EXERCISE GOAL ->
Using the records below, output the stretch that opens with the line containing "const begun = performance.now();" and closes with the line containing "await ensureBuilt();", exactly and including both lines, with nothing more.

(Stored records)
----

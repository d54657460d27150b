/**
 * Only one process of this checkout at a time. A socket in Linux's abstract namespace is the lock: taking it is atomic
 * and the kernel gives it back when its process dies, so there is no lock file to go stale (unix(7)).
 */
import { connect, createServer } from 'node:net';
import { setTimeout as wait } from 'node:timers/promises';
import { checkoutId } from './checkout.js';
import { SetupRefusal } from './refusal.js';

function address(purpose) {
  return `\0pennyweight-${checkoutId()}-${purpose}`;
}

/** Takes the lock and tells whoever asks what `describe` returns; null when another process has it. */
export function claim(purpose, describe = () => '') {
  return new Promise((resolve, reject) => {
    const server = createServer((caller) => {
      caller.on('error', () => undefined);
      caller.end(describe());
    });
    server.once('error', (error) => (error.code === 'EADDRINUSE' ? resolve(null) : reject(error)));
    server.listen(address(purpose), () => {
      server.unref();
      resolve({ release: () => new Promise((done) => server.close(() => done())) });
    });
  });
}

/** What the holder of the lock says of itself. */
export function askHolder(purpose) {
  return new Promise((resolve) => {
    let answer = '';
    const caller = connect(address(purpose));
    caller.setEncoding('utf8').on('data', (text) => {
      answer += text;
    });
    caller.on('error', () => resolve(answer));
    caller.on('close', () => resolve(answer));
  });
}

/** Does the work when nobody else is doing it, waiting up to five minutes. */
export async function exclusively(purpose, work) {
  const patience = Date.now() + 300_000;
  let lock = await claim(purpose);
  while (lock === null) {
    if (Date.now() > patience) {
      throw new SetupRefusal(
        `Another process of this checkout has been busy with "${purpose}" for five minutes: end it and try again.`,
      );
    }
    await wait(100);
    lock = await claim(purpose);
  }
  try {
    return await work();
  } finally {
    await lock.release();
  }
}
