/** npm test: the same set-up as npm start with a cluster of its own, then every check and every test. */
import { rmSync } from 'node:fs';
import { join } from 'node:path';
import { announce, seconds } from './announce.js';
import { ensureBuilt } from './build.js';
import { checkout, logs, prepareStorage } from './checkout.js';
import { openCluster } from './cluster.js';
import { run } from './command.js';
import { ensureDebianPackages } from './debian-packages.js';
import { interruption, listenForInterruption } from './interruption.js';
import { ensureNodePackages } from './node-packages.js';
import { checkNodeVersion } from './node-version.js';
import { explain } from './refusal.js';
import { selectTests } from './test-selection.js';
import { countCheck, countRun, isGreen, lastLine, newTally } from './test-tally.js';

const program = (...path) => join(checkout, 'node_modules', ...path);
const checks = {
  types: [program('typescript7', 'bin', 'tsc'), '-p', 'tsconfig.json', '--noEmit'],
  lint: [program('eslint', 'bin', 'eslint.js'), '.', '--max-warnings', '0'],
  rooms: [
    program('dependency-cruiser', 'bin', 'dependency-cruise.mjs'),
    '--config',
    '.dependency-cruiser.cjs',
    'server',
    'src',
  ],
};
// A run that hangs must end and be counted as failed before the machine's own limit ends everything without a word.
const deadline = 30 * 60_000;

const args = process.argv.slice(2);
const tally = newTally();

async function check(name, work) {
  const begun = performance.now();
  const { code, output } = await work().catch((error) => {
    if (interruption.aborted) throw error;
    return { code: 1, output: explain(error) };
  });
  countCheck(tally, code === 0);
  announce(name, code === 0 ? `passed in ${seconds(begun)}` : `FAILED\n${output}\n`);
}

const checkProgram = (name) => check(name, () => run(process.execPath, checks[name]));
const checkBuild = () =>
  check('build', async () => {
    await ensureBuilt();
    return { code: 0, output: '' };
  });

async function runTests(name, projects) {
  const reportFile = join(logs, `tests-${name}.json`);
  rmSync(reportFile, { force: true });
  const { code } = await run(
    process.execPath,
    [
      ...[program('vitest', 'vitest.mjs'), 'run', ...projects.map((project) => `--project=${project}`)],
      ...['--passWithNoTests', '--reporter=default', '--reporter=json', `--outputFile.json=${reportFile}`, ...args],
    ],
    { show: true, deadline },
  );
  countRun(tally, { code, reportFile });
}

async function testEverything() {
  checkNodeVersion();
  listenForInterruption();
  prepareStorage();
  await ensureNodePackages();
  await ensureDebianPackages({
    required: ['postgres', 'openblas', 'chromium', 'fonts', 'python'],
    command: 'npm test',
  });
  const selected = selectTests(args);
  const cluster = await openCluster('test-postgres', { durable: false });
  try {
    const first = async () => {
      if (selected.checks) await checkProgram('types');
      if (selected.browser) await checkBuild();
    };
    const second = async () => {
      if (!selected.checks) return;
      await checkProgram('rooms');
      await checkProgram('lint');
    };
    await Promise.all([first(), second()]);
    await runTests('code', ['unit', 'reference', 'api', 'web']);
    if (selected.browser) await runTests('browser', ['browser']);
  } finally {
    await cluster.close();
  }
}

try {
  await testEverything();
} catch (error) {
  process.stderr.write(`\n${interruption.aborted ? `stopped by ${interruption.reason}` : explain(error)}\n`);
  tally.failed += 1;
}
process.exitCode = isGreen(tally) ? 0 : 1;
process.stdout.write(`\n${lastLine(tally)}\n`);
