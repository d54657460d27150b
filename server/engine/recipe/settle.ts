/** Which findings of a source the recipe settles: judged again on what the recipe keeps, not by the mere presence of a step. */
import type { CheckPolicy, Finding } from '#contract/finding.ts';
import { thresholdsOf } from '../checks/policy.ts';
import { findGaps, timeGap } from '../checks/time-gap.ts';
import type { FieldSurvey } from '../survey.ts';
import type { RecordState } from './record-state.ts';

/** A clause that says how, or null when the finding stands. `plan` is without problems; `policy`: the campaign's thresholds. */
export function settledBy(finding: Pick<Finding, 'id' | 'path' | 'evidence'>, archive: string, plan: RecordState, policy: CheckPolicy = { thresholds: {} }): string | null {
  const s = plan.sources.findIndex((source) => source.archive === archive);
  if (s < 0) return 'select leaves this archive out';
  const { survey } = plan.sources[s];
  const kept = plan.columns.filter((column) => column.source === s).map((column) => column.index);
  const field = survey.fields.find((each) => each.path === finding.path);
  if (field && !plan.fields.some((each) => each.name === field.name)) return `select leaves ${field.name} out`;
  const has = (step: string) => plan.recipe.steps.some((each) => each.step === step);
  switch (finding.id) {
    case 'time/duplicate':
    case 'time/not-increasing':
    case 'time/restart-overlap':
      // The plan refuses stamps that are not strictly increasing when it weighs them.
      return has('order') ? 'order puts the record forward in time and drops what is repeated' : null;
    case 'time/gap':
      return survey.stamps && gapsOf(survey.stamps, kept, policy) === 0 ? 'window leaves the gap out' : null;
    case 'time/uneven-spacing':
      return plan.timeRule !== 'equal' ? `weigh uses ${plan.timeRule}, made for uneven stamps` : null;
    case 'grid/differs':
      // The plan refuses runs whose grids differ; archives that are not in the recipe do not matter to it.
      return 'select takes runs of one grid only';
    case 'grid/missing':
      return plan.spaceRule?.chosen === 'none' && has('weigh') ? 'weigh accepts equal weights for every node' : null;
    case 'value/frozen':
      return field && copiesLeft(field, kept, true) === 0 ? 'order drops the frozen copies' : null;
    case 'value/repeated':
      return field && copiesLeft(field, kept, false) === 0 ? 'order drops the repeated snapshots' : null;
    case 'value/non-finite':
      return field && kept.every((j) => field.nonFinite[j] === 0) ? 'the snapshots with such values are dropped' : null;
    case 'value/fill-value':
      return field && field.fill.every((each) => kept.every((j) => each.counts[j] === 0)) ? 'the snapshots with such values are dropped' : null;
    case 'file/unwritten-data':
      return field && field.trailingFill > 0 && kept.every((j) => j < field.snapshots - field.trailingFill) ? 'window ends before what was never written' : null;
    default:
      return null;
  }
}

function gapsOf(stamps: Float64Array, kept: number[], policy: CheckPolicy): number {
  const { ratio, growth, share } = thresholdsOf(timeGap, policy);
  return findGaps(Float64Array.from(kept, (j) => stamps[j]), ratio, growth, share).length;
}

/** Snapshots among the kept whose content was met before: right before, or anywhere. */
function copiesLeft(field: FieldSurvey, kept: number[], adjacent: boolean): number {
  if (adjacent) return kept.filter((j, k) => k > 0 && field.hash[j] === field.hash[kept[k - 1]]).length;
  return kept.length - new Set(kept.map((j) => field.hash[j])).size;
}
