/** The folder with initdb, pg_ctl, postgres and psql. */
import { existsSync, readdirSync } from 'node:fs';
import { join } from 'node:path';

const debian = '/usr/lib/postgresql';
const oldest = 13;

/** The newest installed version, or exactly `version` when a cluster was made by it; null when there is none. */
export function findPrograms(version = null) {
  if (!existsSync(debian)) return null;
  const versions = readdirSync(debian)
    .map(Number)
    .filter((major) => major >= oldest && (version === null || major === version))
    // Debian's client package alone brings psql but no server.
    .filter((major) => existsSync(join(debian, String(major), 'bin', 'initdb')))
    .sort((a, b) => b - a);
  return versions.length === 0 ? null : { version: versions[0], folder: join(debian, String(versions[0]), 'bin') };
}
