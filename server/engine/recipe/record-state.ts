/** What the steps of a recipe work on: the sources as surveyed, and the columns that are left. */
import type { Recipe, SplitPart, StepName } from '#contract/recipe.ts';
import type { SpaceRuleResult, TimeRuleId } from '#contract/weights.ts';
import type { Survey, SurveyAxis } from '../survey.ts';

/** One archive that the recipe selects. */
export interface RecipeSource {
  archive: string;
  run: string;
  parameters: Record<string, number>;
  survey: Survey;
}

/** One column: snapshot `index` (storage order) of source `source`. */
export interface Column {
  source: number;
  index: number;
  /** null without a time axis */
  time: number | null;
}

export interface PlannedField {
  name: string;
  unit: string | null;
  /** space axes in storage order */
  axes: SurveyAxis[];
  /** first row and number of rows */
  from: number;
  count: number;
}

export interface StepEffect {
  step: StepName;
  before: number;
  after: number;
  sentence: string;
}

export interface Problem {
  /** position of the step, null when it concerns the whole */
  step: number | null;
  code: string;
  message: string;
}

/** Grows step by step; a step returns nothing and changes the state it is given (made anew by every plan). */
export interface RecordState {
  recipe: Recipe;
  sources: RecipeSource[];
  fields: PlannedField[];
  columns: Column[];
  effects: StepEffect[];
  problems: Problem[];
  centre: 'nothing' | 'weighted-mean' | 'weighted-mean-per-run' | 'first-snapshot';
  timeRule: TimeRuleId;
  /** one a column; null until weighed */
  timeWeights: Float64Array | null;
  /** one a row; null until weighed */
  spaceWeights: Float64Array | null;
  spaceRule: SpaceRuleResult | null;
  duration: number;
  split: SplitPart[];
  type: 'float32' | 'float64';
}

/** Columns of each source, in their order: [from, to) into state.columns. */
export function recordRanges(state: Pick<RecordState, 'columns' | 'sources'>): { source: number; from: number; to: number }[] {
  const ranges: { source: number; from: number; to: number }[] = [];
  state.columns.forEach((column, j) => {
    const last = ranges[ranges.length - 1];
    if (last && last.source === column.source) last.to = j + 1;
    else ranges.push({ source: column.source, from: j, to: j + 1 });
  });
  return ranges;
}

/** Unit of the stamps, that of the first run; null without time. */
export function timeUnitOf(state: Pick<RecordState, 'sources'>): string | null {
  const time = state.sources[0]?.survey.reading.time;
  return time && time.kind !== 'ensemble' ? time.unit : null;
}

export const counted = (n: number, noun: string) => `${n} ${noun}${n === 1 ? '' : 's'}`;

----

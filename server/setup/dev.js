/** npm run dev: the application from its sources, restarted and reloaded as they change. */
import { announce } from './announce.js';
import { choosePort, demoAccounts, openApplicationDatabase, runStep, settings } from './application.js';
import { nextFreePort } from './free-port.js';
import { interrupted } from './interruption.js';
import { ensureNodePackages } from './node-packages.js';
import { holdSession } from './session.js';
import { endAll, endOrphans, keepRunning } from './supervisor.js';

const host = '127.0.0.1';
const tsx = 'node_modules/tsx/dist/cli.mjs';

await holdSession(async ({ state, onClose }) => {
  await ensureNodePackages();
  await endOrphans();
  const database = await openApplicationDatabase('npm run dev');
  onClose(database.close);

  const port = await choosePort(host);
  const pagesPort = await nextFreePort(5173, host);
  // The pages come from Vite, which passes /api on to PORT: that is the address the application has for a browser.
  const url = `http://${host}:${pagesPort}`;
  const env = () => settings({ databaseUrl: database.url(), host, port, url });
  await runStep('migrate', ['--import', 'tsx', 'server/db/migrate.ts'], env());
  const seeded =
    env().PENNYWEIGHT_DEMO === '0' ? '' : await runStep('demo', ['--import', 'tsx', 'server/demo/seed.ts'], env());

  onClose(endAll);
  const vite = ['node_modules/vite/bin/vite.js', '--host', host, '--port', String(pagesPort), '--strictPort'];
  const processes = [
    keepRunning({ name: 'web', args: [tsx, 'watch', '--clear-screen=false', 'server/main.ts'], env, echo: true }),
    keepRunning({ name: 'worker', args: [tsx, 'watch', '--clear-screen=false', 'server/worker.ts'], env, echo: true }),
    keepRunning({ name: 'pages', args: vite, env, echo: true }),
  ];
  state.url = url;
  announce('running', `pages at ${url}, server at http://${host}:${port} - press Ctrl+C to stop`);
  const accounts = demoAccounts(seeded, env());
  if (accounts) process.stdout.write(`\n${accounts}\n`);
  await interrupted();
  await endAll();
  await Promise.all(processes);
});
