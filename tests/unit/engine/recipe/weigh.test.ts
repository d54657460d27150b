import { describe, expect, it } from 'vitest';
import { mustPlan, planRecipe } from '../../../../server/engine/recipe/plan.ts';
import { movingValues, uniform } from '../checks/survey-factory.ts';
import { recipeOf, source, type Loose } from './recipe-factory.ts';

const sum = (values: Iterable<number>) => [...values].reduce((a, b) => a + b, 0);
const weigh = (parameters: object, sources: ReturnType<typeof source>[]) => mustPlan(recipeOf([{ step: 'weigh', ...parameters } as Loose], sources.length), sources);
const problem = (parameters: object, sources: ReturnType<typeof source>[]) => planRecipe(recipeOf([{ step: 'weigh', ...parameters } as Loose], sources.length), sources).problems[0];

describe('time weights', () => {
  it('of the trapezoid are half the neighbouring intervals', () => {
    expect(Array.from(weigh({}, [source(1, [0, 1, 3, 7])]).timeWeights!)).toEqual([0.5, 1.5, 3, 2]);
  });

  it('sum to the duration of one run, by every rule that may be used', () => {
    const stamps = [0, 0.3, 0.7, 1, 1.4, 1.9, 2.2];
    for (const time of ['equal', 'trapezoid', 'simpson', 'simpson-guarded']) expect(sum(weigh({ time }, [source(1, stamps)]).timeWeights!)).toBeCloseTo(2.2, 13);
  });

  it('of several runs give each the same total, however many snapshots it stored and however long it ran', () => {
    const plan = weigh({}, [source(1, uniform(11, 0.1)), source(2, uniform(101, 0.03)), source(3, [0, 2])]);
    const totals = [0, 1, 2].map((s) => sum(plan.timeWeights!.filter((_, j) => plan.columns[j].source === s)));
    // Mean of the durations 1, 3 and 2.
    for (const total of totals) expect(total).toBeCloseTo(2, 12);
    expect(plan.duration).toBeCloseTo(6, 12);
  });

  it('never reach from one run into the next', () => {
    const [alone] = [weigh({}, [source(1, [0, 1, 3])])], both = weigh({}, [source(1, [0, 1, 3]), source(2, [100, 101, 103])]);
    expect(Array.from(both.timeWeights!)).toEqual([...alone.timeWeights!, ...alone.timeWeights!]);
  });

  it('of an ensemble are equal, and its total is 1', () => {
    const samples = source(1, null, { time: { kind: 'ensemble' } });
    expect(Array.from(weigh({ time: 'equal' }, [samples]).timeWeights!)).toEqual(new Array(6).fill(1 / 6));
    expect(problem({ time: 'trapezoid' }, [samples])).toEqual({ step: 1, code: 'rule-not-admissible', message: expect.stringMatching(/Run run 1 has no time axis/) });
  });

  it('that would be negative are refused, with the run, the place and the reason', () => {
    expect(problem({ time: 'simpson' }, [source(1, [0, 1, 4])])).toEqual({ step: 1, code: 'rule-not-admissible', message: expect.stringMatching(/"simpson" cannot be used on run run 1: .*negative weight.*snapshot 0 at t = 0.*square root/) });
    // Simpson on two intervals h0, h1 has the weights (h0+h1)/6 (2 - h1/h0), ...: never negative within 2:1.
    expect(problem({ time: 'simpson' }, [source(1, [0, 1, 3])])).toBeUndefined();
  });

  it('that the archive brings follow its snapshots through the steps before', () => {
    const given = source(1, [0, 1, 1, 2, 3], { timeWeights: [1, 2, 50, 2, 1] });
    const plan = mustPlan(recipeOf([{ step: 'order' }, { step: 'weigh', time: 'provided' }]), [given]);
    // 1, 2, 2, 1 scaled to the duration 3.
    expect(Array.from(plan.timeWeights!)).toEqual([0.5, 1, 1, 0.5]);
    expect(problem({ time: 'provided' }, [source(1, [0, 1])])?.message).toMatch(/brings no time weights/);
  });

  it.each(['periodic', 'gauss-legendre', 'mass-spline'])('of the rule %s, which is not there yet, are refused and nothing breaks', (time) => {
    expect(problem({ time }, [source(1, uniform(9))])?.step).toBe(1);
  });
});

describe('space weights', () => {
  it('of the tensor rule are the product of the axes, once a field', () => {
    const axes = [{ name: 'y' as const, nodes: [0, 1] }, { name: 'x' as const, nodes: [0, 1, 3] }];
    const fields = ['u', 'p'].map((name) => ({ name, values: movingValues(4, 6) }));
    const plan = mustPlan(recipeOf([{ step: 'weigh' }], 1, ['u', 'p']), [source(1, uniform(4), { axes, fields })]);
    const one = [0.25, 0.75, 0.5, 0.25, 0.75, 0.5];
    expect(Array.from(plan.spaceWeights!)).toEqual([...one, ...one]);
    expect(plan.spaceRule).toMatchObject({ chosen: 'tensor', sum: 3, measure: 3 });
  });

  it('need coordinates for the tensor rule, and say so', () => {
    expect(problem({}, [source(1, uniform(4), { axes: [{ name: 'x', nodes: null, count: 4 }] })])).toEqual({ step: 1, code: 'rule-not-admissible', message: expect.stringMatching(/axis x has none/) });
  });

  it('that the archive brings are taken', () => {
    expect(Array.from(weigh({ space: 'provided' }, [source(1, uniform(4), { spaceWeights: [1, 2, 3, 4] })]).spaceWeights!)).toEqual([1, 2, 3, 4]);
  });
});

----

EXPECTED ANSWER ->
  const begun = performance.now();
  const { code, output } = await work().catch((error) => {
    if (interruption.aborted) throw error;
    return { code: 1, output: explain(error) };
  });
  countCheck(tally, code === 0);
  announce(name, code === 0 ? `passed in ${seconds(begun)}` : `FAILED\n${output}\n`);
}

const checkProgram = (name) => check(name, () => run(process.execPath, checks[name]));
const checkBuild = () =>
  check('build', async () => {
    await ensureBuilt();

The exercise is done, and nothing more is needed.